Correlation Between Bri-Chem Corp and PHX Energy
Can any of the company-specific risk be diversified away by investing in both Bri-Chem Corp and PHX Energy at the same time? Although using a correlation coefficient on its own may not help to predict future stock returns, this module helps to understand the diversifiable risk of combining Bri-Chem Corp and PHX Energy into the same portfolio, which is an essential part of the fundamental portfolio management process.
By analyzing existing cross correlation between Bri Chem Corp and PHX Energy Services, you can compare the effects of market volatilities on Bri-Chem Corp and PHX Energy and check how they will diversify away market risk if combined in the same portfolio for a given time horizon. You can also utilize pair trading strategies of matching a long position in Bri-Chem Corp with a short position of PHX Energy. Check out your portfolio center. Please also check ongoing floating volatility patterns of Bri-Chem Corp and PHX Energy.
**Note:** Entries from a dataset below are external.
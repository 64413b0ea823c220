package org.wavewarden.compare.relation;

/**
 * The correlation coefficient, with the numerator of the variance of its Fisher z, atanh(r), which is taken as
 * {@code varianceNumerator / (n - 3)}.
 */
public enum CorrelationMethod {

    /** Pearson's product-moment r; var(atanh r) = 1 / (n - 3) (Fisher 1921, Metron 1, 3-32). */
    PEARSON("Pearson r", 1.0),

    /**
     * Spearman's rho, Pearson's r on the mid-ranks; var(atanh rho) = 1.06 / (n - 3) (Fieller, E. C., Hartley, H. O.
     * and Pearson, E. S. (1957), "Tests for rank correlation coefficients. I", Biometrika 44, 470-481, derived for
     * bivariate normal data without ties; with many ties it is an approximation).
     */
    SPEARMAN("Spearman rho", 1.06);

    private final String label;
    private final double varianceNumerator;

    CorrelationMethod(String label, double varianceNumerator) {
        this.label = label;
        this.varianceNumerator = varianceNumerator;
    }

    /** The name shown to readers, e.g. "Spearman rho". */
    public String label() {
        return label;
    }

    /** 1 for Pearson, 1.06 for Spearman. */
    public double varianceNumerator() {
        return varianceNumerator;
    }
}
Diversification Opportunities for Bri-Chem Corp and PHX Energy
-0.41 | Correlation Coefficient |
Very good diversification
The 3 months correlation between Bri-Chem and PHX is -0.41. Overlapping area represents the amount of risk that can be diversified away by holding Bri Chem Corp and PHX Energy Services in the same portfolio, assuming nothing else is changed. The correlation between historical prices or returns on PHX Energy Services and Bri-Chem Corp is a relative statistical measure of the degree to which these equity instruments tend to move together. The correlation coefficient measures the extent to which returns on Bri Chem Corp are associated (or correlated) with PHX Energy. Values of the correlation coefficient range from -1 to +1, where. The correlation of zero (0) is possible when the price movement of PHX Energy Services has no effect on the direction of Bri-Chem Corp i.e., Bri-Chem Corp and PHX Energy go up and down completely randomly.
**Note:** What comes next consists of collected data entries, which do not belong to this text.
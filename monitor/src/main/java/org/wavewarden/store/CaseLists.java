package org.wavewarden.store;

import org.jdbi.v3.core.Handle;
import org.jdbi.v3.core.Jdbi;
import org.jdbi.v3.core.statement.PreparedBatch;
import org.wavewarden.config.Identifiers;

import java.util.ArrayList;
import java.util.LinkedHashMap;
import java.util.List;
import java.util.Map;
import java.util.Optional;

/**
 * The case lists of a run, as stored beside its findings: for every data-quality finding and every flagged
 * interviewer, the respondent keys involved with the offending values only (no other answer), capped and counted.
 * They are written in the run's own transaction ({@link ResultsStore#writeRun}) and read back for the files, the
 * digest's links and the console.
 */
public final class CaseLists {

    /**
     * One finding's case list.
     *
     * @param findingId         the finding's row
     * @param runId             its run
     * @param variable          the variable whose values are listed
     * @param kind              the finding's kind (name)
     * @param selection         what selected the cases, for a reader, e.g. "height_cm = '999'"
     * @param total             how many cases matched
     * @param rows              the cases kept, at most the cap, in respondent-key order
     * @param interviewerColumn for an interviewer's list, the interviewer column; null otherwise
     * @param interviewer       for an interviewer's list, the interviewer's id
     * @param position          the finding's place among the run's findings (0 first, in the order written), so a
     *                          report's finding finds its list
     */
    public record CaseList(long findingId, long runId, String variable, String kind, String selection, long total,
                           List<CaseRow> rows, String interviewerColumn, String interviewer, int position) {

        public CaseList {
            rows = List.copyOf(rows);
        }

        /** A data-quality finding's list, outside any run's order. */
        public CaseList(long findingId, long runId, String variable, String kind, String selection, long total,
                        List<CaseRow> rows) {
            this(findingId, runId, variable, kind, selection, total, rows, null, null, -1);
        }

        /** Whether more cases matched than were kept. */
        public boolean capped() {
            return total > rows.size();
        }

        /**
         * The list's file beside {@code findings.json}, relative to it: {@code cases/<finding id>-<variable>.csv}
         * (and the interviewer for an interviewer's list). The variable and interviewer are data: only letters,
         * digits, '_' and '-' of them are kept, so a name is never a path; the finding id keeps names apart.
         */
        public String fileName() {
            return "cases/" + findingId + "-" + safe(variable)
                    + (interviewer == null ? "" : "-" + safe(interviewer)) + ".csv";
        }

        /** "12 cases" or "first 5,000 of 12,345 cases": what a link to the list says. */
        public String count() {
            return capped() ? String.format(java.util.Locale.ROOT, "first %,d of %,d cases", rows.size(), total)
                    : String.format(java.util.Locale.ROOT, "%,d case%s", total, total == 1 ? "" : "s");
        }
    }

    /** One case: the respondent key and the offending value (text form; null for SQL NULL). */
    public record CaseRow(String respondentKey, String value) {
    }

    /**
     * A case list made by a run, before its finding has a row: the finding is named by its place in the run's
     * findings as written.
     */
    public record Draft(int findingIndex, String variable, String kind, String selection, long total,
                        List<CaseRow> rows, String interviewerColumn, String interviewer) {

        public Draft {
            rows = List.copyOf(rows);
        }
    }

    /** Longest part of a file name made from data. */
    private static final int MAX_NAME_PART = 60;

    static String safe(String part) {
        StringBuilder sb = new StringBuilder();
        part.codePoints().limit(MAX_NAME_PART).forEach(cp -> sb.append(cp < 128 && (Character.isLetterOrDigit(cp)
                || cp == '_' || cp == '-') ? (char) cp : '_'));
        return sb.isEmpty() ? "_" : sb.toString();
    }

    private final Jdbi jdbi;
    private final String schema;
    private final String s;

    public CaseLists(Jdbi jdbi, String schema) {
        this.jdbi = jdbi;
        this.schema = schema;
        this.s = Identifiers.quote(schema);
    }

    /**
     * Writes a run's case lists inside the run's transaction, after its findings: each draft's finding is the run's
     * finding at that place in the order written.
     */
    void insert(Handle h, long runId, List<Draft> drafts) {
        if (drafts.isEmpty()) {
            return;
        }
        List<Long> findingIds = h.createQuery("SELECT finding_id FROM " + s + ".finding WHERE run_id = :run"
                + " ORDER BY finding_id").bind("run", runId).mapTo(Long.class).list();
        PreparedBatch lists = h.prepareBatch("INSERT INTO " + s + ".case_list (finding_id, run_id, variable, kind,"
                + " selection, total, interviewer_column, interviewer) VALUES (:finding, :run, :variable, :kind,"
                + " :selection, :total, :interviewerColumn, :interviewer)");
        PreparedBatch rows = h.prepareBatch("INSERT INTO " + s + ".case_list_row (finding_id, position,"
                + " respondent_key, value) VALUES (:finding, :position, :key, :value)");
        boolean anyRow = false;
        for (Draft d : drafts) {
            long finding = findingIds.get(d.findingIndex());
            lists.bind("finding", finding).bind("run", runId).bind("variable", d.variable()).bind("kind", d.kind())
                    .bind("selection", d.selection()).bind("total", d.total())
                    .bind("interviewerColumn", d.interviewerColumn()).bind("interviewer", d.interviewer()).add();
            for (int i = 0; i < d.rows().size(); i++) {
                rows.bind("finding", finding).bind("position", i).bind("key", d.rows().get(i).respondentKey())
                        .bind("value", d.rows().get(i).value()).add();
                anyRow = true;
            }
        }
        lists.execute();
        if (anyRow) {
            rows.execute();
        }
    }

    /** Every case list of a run, in finding order. */
    public List<CaseList> forRun(long runId) {
        return read("c.run_id = :id", runId);
    }

    /** The case list of one finding, if it has one. */
    public Optional<CaseList> forFinding(long findingId) {
        return read("c.finding_id = :id", findingId).stream().findFirst();
    }

    /** The lists matching {@code where} (fixed SQL text with the one bind {@code :id}) with their rows. */
    private List<CaseList> read(String where, long id) {
        return jdbi.withHandle(h -> {
            Map<Long, List<CaseRow>> rows = new LinkedHashMap<>();
            h.createQuery("SELECT r.finding_id, r.respondent_key, r.value FROM " + s + ".case_list_row r JOIN " + s
                            + ".case_list c USING (finding_id) WHERE " + where + " ORDER BY r.finding_id, r.position")
                    .bind("id", id)
                    .map((rs, ctx) -> {
                        rows.computeIfAbsent(rs.getLong(1), k -> new ArrayList<>())
                                .add(new CaseRow(rs.getString(2), rs.getString(3)));
                        return 0;
                    }).list();
            return h.createQuery("SELECT c.finding_id, c.run_id, c.variable, c.kind, c.selection, c.total,"
                            + " c.interviewer_column, c.interviewer, (SELECT count(*) FROM " + s + ".finding f"
                            + " WHERE f.run_id = c.run_id AND f.finding_id < c.finding_id) AS position FROM " + s
                            + ".case_list c WHERE " + where + " ORDER BY c.finding_id")
                    .bind("id", id)
                    .map((rs, ctx) -> new CaseList(rs.getLong("finding_id"), rs.getLong("run_id"),
                            rs.getString("variable"), rs.getString("kind"), rs.getString("selection"),
                            rs.getLong("total"), rows.getOrDefault(rs.getLong("finding_id"), List.of()),
                            rs.getString("interviewer_column"), rs.getString("interviewer"), rs.getInt("position")))
                    .list();
        });
    }

    /** The schema the lists live in. */
    public String schema() {
        return schema;
    }
}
Pair Corralation between Bri-Chem Corp and PHX Energy
Assuming the 90 days trading horizon Bri Chem Corp is expected to generate 3.64 times more return on investment than PHX Energy. However, Bri-Chem Corp is 3.64 times more volatile than PHX Energy Services. It trades about 0.06 of its potential returns per unit of risk. PHX Energy Services is currently generating about 0.05 per unit of risk. If you would invest 9.57 in Bri Chem Corp on September 10, 2024 and sell it today you would earn a total of 19.43 from holding Bri Chem Corp or generate 203.03% return on investment over 90 days.
Time Period | 3 Months [change] |
Direction | Moves Against |
Strength | Very Weak |
Accuracy | 100.0% |
Values | Daily Returns |
Bri Chem Corp vs. PHX Energy Services
Performance |
Timeline |
Bri Chem Corp |
PHX Energy Services |
Bri-Chem Corp and PHX Energy Volatility Contrast
Predicted Return Density |
Returns |
Pair Trading with Bri-Chem Corp and PHX Energy
The main advantage of trading using opposite Bri-Chem Corp and PHX Energy positions is that it hedges away some unsystematic risk. Because of two separate transactions, even if Bri-Chem Corp position performs unexpectedly, PHX Energy can make up some of the losses. Pair trading also minimizes risk from directional movements in the market. For example, if an entire industry or sector drops because of unexpected headlines, the short position in PHX Energy will offset losses from the drop in PHX Energy's long position.The idea behind Bri Chem Corp and PHX Energy Services pairs trading is to make the combined position market-neutral, meaning the overall market's direction will not affect its win or loss (or potential downside or upside). This can be achieved by designing a pairs trade with two highly correlated stocks or equities that operate in a similar space or sector, making it possible to obtain profits through simple and relatively low-risk investment.PHX Energy vs. CES Energy Solutions | PHX Energy vs. Total Energy Services | PHX Energy vs. Western Energy Services |
Check out your portfolio center.Note that this page's information should be used as a complementary analysis to find the right mix of equity instruments to add to your existing portfolios or create a brand new portfolio. You can also try the FinTech Suite module to use AI to screen and filter profitable investment opportunities.